> Required action
All lines with the word "this" in the material below are required.

Segment Open

//! Time scales accepted in input files, all converted to Julian Date (days).
//!
//! - `jd`: Julian Date, used internally everywhere.
//! - `mjd`: Modified Julian Date, MJD = JD - 2400000.5.
//! - `jyear`: Julian epoch, J = 2000.0 + (JD - 2451545.0) / 365.25.
//! - `byear`: Besselian epoch, B = 1900.0 + (JD - 2415020.31352) / 365.242198781
//!   (J. H. Lieske, "Precession matrix based on IAU (1976) system of
//!   astronomical constants", A&A 73, 282, 1979, eq. 7).
//!
//! No time-scale distinction (TT, UTC, TDB) is made: binary-star orbits are
//! far too slow for the seconds involved to matter.

use crate::constants::{J2000_JD, JULIAN_YEAR_DAYS, MJD_OFFSET};

/// Julian Date of the Besselian epoch B1900.0 (Lieske 1979, A&A 73, 282).
pub const B1900_JD: f64 = 2_415_020.313_52;

/// Length of the Besselian (tropical) year in days at B1900 (Lieske 1979).
pub const BESSELIAN_YEAR_DAYS: f64 = 365.242_198_781;

/// The way a time column expresses an epoch.
#[derive(Debug, Clone, Copy, PartialEq, Eq)]
pub enum TimeScale {
    /// Julian Date in days.
    Jd,
    /// Modified Julian Date in days (JD - 2400000.5).
    Mjd,
    /// Julian epoch in years (J2000.0 = JD 2451545.0, 365.25 d per year).
    JulianYear,
    /// Besselian epoch in years (Lieske 1979).
    BesselianYear,
}

impl TimeScale {
    /// Every time scale, in the order of [`TimeScale::column_name`] listings.
    pub const ALL: [TimeScale; 4] = [
        TimeScale::Jd,
        TimeScale::Mjd,
        TimeScale::JulianYear,
        TimeScale::BesselianYear,
    ];

    /// Converts a value on this scale to a Julian Date.
    pub fn to_jd(self, value: f64) -> f64 {
        match self {
            TimeScale::Jd => value,
            TimeScale::Mjd => value + MJD_OFFSET,
            TimeScale::JulianYear => J2000_JD + (value - 2000.0) * JULIAN_YEAR_DAYS,
            TimeScale::BesselianYear => B1900_JD + (value - 1900.0) * BESSELIAN_YEAR_DAYS,
        }
    }

    /// Converts a Julian Date to a value on this scale.
    pub fn from_jd(self, jd: f64) -> f64 {
        match self {
            TimeScale::Jd => jd,
            TimeScale::Mjd => jd - MJD_OFFSET,
            TimeScale::JulianYear => 2000.0 + (jd - J2000_JD) / JULIAN_YEAR_DAYS,
            TimeScale::BesselianYear => 1900.0 + (jd - B1900_JD) / BESSELIAN_YEAR_DAYS,
        }
    }

    /// The input-file column name of this scale: `jd`, `mjd`, `jyear` or `byear`.
    pub fn column_name(self) -> &'static str {
        match self {
            TimeScale::Jd => "jd",
            TimeScale::Mjd => "mjd",
            TimeScale::JulianYear => "jyear",
            TimeScale::BesselianYear => "byear",
        }
    }

    /// The scale named by an input-file column (exact, lower-case match).
    pub fn from_column_name(name: &str) -> Option<Self> {
        Self::ALL.into_iter().find(|s| s.column_name() == name)
    }
}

Segment Closed

> Response to the exercise
    /// Converts a value on this scale to a Julian Date.
    /// Converts a Julian Date to a value on this scale.
    /// The input-file column name of this scale: `jd`, `mjd`, `jyear` or `byear`.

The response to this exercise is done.